**TASK INSTRUCTIONS**: Read through the data and report every line in which the word "showHelp" occurs.

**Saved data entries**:

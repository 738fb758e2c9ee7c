package tui

import (
	"errors"
	"math"
	"path/filepath"
	"strings"
	"testing"
	"time"

	tea "github.com/charmbracelet/bubbletea"

	"isofield/survey/pipeline"
	"isofield/survey/qa"
	"isofield/tui/mapview"
)

// TestMapKeys checks each map key's effect on the state.
func TestMapKeys(t *testing.T) {
	base := readyModel(t, 80, 24, false)
	v0 := base.mapPane.view
	tests := []struct {
		keys  []string
		check func(t *testing.T, m Model)
	}{
		{[]string{"k"}, cursorMoved(0, v0.RowHeight())},
		{[]string{"up"}, cursorMoved(0, v0.RowHeight())},
		{[]string{"j"}, cursorMoved(0, -v0.RowHeight())},
		{[]string{"down"}, cursorMoved(0, -v0.RowHeight())},
		{[]string{"h"}, cursorMoved(-v0.MPC, 0)},
		{[]string{"left"}, cursorMoved(-v0.MPC, 0)},
		{[]string{"l"}, cursorMoved(v0.MPC, 0)},
		{[]string{"right"}, cursorMoved(v0.MPC, 0)},
		{[]string{"K"}, centreMoved(0, float64(v0.Height)/4*v0.RowHeight())},
		{[]string{"J"}, centreMoved(0, -float64(v0.Height)/4*v0.RowHeight())},
		{[]string{"H"}, centreMoved(-float64(v0.Width)/4*v0.MPC, 0)},
		{[]string{"L"}, centreMoved(float64(v0.Width)/4*v0.MPC, 0)},
		{[]string{"+"}, scaleIs(v0.MPC / math.Sqrt2)},
		{[]string{"-"}, scaleIs(v0.MPC * math.Sqrt2)},
		{[]string{"+", "+", "0"}, scaleIs(v0.MPC)},
		{[]string{"lll"}, cursorMoved(3*v0.MPC, 0)}, // keys typed faster than read arrive together
		{[]string{"1"}, layerOff(mapview.LayerBands)},
		{[]string{"2"}, layerOn(mapview.LayerField)},
		{[]string{"3"}, layerOff(mapview.LayerZones)},
		{[]string{"4"}, layerOff(mapview.LayerReadings)},
		{[]string{"4"}, layerOn(mapview.LayerFlaggedReadings)},
		{[]string{"4", "4"}, layerOff(mapview.LayerFlaggedReadings)},
		{[]string{"4", "4", "4"}, layerOn(mapview.LayerReadings | mapview.LayerFlaggedReadings)},
		{[]string{"5"}, layerOn(mapview.LayerArrows)},
		{[]string{"6"}, layerOff(mapview.LayerSuggestions)},
		{[]string{"7"}, layerOn(mapview.LayerContours)},
		{[]string{"7", "7"}, layerOff(mapview.LayerContours)},
		{[]string{"f"}, func(t *testing.T, m Model) {
			if !m.mapPane.view.HalfBlock {
				t.Error("f did not turn the fine map on")
			}
		}},
	}
	for _, tt := range tests {
		t.Run(join(tt.keys), func(t *testing.T) { tt.check(t, press(t, base, tt.keys...)) })
	}
}

func join(ks []string) string {
	s := ""
	for _, k := range ks {
		s += k + " "
	}
	return s
}

func cursorMoved(dx, dy float64) func(*testing.T, Model) {
	return func(t *testing.T, m Model) {
		x, y := m.mapPane.Cursor()
		if math.Abs(x-20-dx) > 1e-9 || math.Abs(y-10-dy) > 1e-9 {
			t.Errorf("cursor at (%g, %g), want (%g, %g)", x, y, 20+dx, 10+dy)
		}
	}
}

func centreMoved(dx, dy float64) func(*testing.T, Model) {
	return func(t *testing.T, m Model) {
		v := m.mapPane.view
		if math.Abs(v.CX-20-dx) > 1e-9 || math.Abs(v.CY-10-dy) > 1e-9 {
			t.Errorf("centre at (%g, %g), want (%g, %g)", v.CX, v.CY, 20+dx, 10+dy)
		}
	}
}

func scaleIs(mpc float64) func(*testing.T, Model) {
	return func(t *testing.T, m Model) {
		if got := m.mapPane.view.MPC; math.Abs(got-mpc) > 1e-9*mpc {
			t.Errorf("scale %g m per column, want %g", got, mpc)
		}
	}
}

func layerOn(l mapview.Layers) func(*testing.T, Model) {
	return func(t *testing.T, m Model) {
		if m.mapPane.view.Layers&l == 0 {
			t.Errorf("layer %b off, want on", l)
		}
	}
}

func layerOff(l mapview.Layers) func(*testing.T, Model) {
	return func(t *testing.T, m Model) {
		if m.mapPane.view.Layers&l != 0 {
			t.Errorf("layer %b on, want off", l)
		}
	}
}

// TestScreenKeys checks the keys that switch screens or act on readings.
func TestScreenKeys(t *testing.T) {
	base := readyModel(t, 80, 24, false)
	tests := []struct {
		name  string
		keys  []string
		check func(t *testing.T, m Model)
	}{
		{"z opens the zones", []string{"z"}, focusIs(focusZones)},
		{"z twice closes", []string{"z", "z"}, focusIs(focusMap)},
		{"n jumps to zone 1", []string{"n"}, cursorAtZone(0)},
		{"n n goes to zone 2", []string{"n", "n"}, cursorAtZone(1)},
		{"n n n wraps to zone 1", []string{"n", "n", "n"}, cursorAtZone(0)},
		{"N goes to the last zone", []string{"N"}, cursorAtZone(1)},
		{"enter jumps to the selected zone", []string{"z", "enter"}, cursorAtZone(0)},
		{"t opens the table", []string{"t"}, focusIs(focusTable)},
		{"o orders by the next column", []string{"t", "o"}, func(t *testing.T, m Model) {
			if m.table.sortCol != 3 || m.table.order[0] != 0 {
				t.Errorf("sort column %d first row %d, want 3 (id) and reading 0", m.table.sortCol, m.table.order[0])
			}
		}},
		{"r reverses", []string{"t", "r"}, func(t *testing.T, m Model) {
			if !m.table.desc || m.table.order[0] != 65 {
				t.Errorf("desc %v first row %d, want true and the last reading", m.table.desc, m.table.order[0])
			}
		}},
		{"s opens the settings", []string{"s"}, focusIs(focusSettings)},
		{"p opens the profile", []string{"p"}, focusIs(focusProfile)},
		{"esc returns to the map", []string{"t", "esc"}, focusIs(focusMap)},
		{"? toggles help", []string{"?"}, func(t *testing.T, m Model) {
			if !m.showHelp {
				t.Error("help not shown")
			}
		}},
		{"? twice shows the marks and cautions (they do not fit beside the keys at 80×24)", []string{"?", "?"}, func(t *testing.T, m Model) {
			if v := m.View(); !m.showHelp || m.helpPage != 1 || !strings.Contains(v, "Cautions") || !strings.Contains(v, "Marks") {
				t.Errorf("help %v page %d, want the second page with marks and cautions:\n%s", m.showHelp, m.helpPage, v)
			}
		}},
		{"? thrice closes", []string{"?", "?", "?"}, func(t *testing.T, m Model) {
			if m.showHelp {
				t.Error("help still shown")
			}
		}},
		{"m m marks A and B", []string{"m", "l", "l", "m"}, func(t *testing.T, m Model) {
			a, b := m.marks[0], m.marks[1]
			if a == nil || b == nil || b[0] <= a[0] {
				t.Errorf("marks %v %v, want A west of B", a, b)
			}
		}},
		{"x away from readings says so", []string{"l", "l", "x"}, func(t *testing.T, m Model) {
			if m.prompting || m.message == "" {
				t.Errorf("prompting %v message %q, want a message and no prompt", m.prompting, m.message)
			}
		}},
	}
	for _, tt := range tests {
		t.Run(tt.name, func(t *testing.T) { tt.check(t, press(t, base, tt.keys...)) })
	}
}

func focusIs(f focus) func(*testing.T, Model) {
	return func(t *testing.T, m Model) {
		if m.focus != f {
			t.Errorf("focus %d, want %d", m.focus, f)
		}
	}
}

func cursorAtZone(i int) func(*testing.T, Model) {
	return func(t *testing.T, m Model) {
		z := m.scene.zones[i]
		if x, y := m.mapPane.Cursor(); x != z.PeakX || y != z.PeakY {
			t.Errorf("cursor at (%g, %g), want zone %d's peak (%g, %g)", x, y, i+1, z.PeakX, z.PeakY)
		}
	}
}

// TestExcludeAndInclude walks the exclusion prompt: the edit is recorded
// with its reason, saved and a regrid started.
func TestExcludeAndInclude(t *testing.T) {
	var saved [][]qa.Edit
	m := readyModel(t, 80, 24, false)
	m.opt.Save = func(c pipeline.Config) error { saved = append(saved, c.Edits); return nil }
	m.opt.SessionPath = "site-a.isofield.json"
	// Reading 0 is at (0, 0); the cursor goes there through the table.
	m = press(t, m, "t", "x")
	if !m.prompting || m.target != 0 {
		t.Fatalf("prompting %v target %d, want the prompt for reading 0", m.prompting, m.target)
	}
	gen := m.gen
	m = press(t, m, "w", "e", "t", " ", "g", "r", "o", "u", "n", "d")
	next, cmd := m.Update(keyMsg("enter"))
	m = next.(Model)
	if len(m.cfg.Edits) != 1 {
		t.Fatalf("edits %v, want one", m.cfg.Edits)
	}
	e := m.cfg.Edits[0]
	want := qa.Edit{File: "/data/site-a.csv", Line: 2, ID: "P0-0", Exclude: true, Reason: "wet ground"}
	if e != want {
		t.Errorf("edit %+v, want %+v", e, want)
	}
	if !m.running || m.gen != gen+1 || cmd == nil {
		t.Errorf("running %v gen %d, want a new run of generation %d", m.running, m.gen, gen+1)
	}
	// Run the save (and not the pipeline) from the batch.
	if s, ok := waitFor[savedMsg](cmd, 2*time.Second); ok {
		m = update1(t, m, s)
	}
	if len(saved) != 1 || len(saved[0]) != 1 {
		t.Errorf("saved %v, want one save of one edit", saved)
	}
	m.cancel()
}

// TestMessages checks the background messages.
func TestMessages(t *testing.T) {
	t.Run("stale result dropped", func(t *testing.T) {
		m := readyModel(t, 80, 24, false)
		m.gen = 5
		before := m.scene
		m = update1(t, m, resultMsg{gen: 4, res: fixtureResult()})
		if m.scene != before {
			t.Error("a stale result replaced the scene")
		}
	})
	t.Run("progress of the current run", func(t *testing.T) {
		m := readyModel(t, 80, 24, false)
		m.running = true
		m = update1(t, m, progressMsg{gen: m.gen, stage: "fit", frac: 0.4})
		if m.frac != 0.4 || m.stage != "fit" {
			t.Errorf("progress %g %q, want 0.4 fit", m.frac, m.stage)
		}
		m = update1(t, m, progressMsg{gen: m.gen - 1, stage: "grid", frac: 0.9})
		if m.frac != 0.4 {
			t.Errorf("stale progress applied: %g", m.frac)
		}
	})
	t.Run("first run fails", func(t *testing.T) {
		m := New(fixtureConfig(), Options{}, DefaultKeyMap(), testStyles(false))
		m.gen = 1
		m = update1(t, m, resultMsg{gen: 1, err: errors.New("site.csv:3:2: not a number")})
		if m.state != stateError {
			t.Errorf("state %d, want error", m.state)
		}
		golden(t, "error_80x24_mono.golden", m.View())
	})
	t.Run("a preview shows and starts the full run", func(t *testing.T) {
		m := New(fixtureConfig(), Options{}, DefaultKeyMap(), testStyles(false))
		m.gen = 1
		m = update1(t, m, resultMsg{gen: 1, res: fixtureResult(), preview: true})
		if m.state != stateReady || !m.running || m.gen != 2 {
			t.Errorf("state %d running %v gen %d, want ready, running generation 2", m.state, m.running, m.gen)
		}
		m.cancel()
	})
	t.Run("a failed preview falls back to the full run", func(t *testing.T) {
		m := New(fixtureConfig(), Options{}, DefaultKeyMap(), testStyles(false))
		m.gen = 1
		m = update1(t, m, resultMsg{gen: 1, err: errors.New("no"), preview: true})
		if m.state != stateLoading || !m.running || m.gen != 2 {
			t.Errorf("state %d running %v gen %d, want loading, running generation 2", m.state, m.running, m.gen)
		}
		m.cancel()
	})
	t.Run("later run fails keeps the map", func(t *testing.T) {
		m := readyModel(t, 80, 24, false)
		m = update1(t, m, resultMsg{gen: m.gen, err: errors.New("boom")})
		if m.state != stateReady || m.message == "" {
			t.Errorf("state %d message %q, want ready with a message", m.state, m.message)
		}
	})
	t.Run("cancel", func(t *testing.T) {
		m := readyModel(t, 80, 24, false)
		m, _ = m.regrid("test")
		gen := m.gen
		m = press(t, m, "c")
		if m.running || m.gen == gen {
			t.Errorf("running %v gen %d, want stopped with a new generation", m.running, m.gen)
		}
	})
	t.Run("watch: unchanged files poll again", func(t *testing.T) {
		m := readyModel(t, 80, 24, false)
		next, cmd := m.Update(statMsg{stamp: m.watch})
		if next.(Model).running || cmd == nil {
			t.Error("an unchanged stamp regridded or stopped polling")
		}
	})
	t.Run("watch: grown file regrids keeping cursor", func(t *testing.T) {
		m := press(t, readyModel(t, 80, 24, false), "l", "l")
		x, y := m.mapPane.Cursor()
		m = update1(t, m, statMsg{stamp: watchStamp{size: []int64{10}, mtime: []time.Time{time.Unix(1, 0)}}})
		if !m.running {
			t.Error("a grown file did not regrid")
		}
		m = update1(t, m, resultMsg{gen: m.gen, res: fixtureResult()})
		if cx, cy := m.mapPane.Cursor(); cx != x || cy != y {
			t.Errorf("cursor moved to (%g, %g) from (%g, %g)", cx, cy, x, y)
		}
	})
	t.Run("a message clears after its time, not an older one's", func(t *testing.T) {
		m := press(t, readyModel(t, 80, 24, false), "l", "l", "x")
		if m.message == "" || m.msgSeq == 0 {
			t.Fatalf("message %q seq %d, want a message", m.message, m.msgSeq)
		}
		if m = update1(t, m, clearMsg{m.msgSeq - 1}); m.message == "" {
			t.Error("an older message's timer cleared the newer one")
		}
		if m = update1(t, m, clearMsg{m.msgSeq}); m.message != "" {
			t.Errorf("message %q still shown after its time", m.message)
		}
	})
	t.Run("save error shown", func(t *testing.T) {
		m := update1(t, readyModel(t, 80, 24, false), savedMsg{err: errors.New("disk full")})
		if m.message == "" {
			t.Error("no message for a failed save")
		}
	})
	t.Run("resize", func(t *testing.T) {
		m := update1(t, readyModel(t, 80, 24, false), tea.WindowSizeMsg{Width: 200, Height: 60})
		if m.width != 200 || m.mapPane.view.Width != 200-sideWidth(200) {
			t.Errorf("width %d map %d after resize", m.width, m.mapPane.view.Width)
		}
	})
	t.Run("q quits", func(t *testing.T) {
		_, cmd := readyModel(t, 80, 24, false).Update(keyMsg("q"))
		if cmd == nil || cmd() != tea.Quit() {
			t.Error("q did not quit")
		}
	})
}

**ANSWER BOX**:
			if !m.showHelp {
			if v := m.View(); !m.showHelp || m.helpPage != 1 || !strings.Contains(v, "Cautions") || !strings.Contains(v, "Marks") {
				t.Errorf("help %v page %d, want the second page with marks and cautions:\n%s", m.showHelp, m.helpPage, v)
			if m.showHelp {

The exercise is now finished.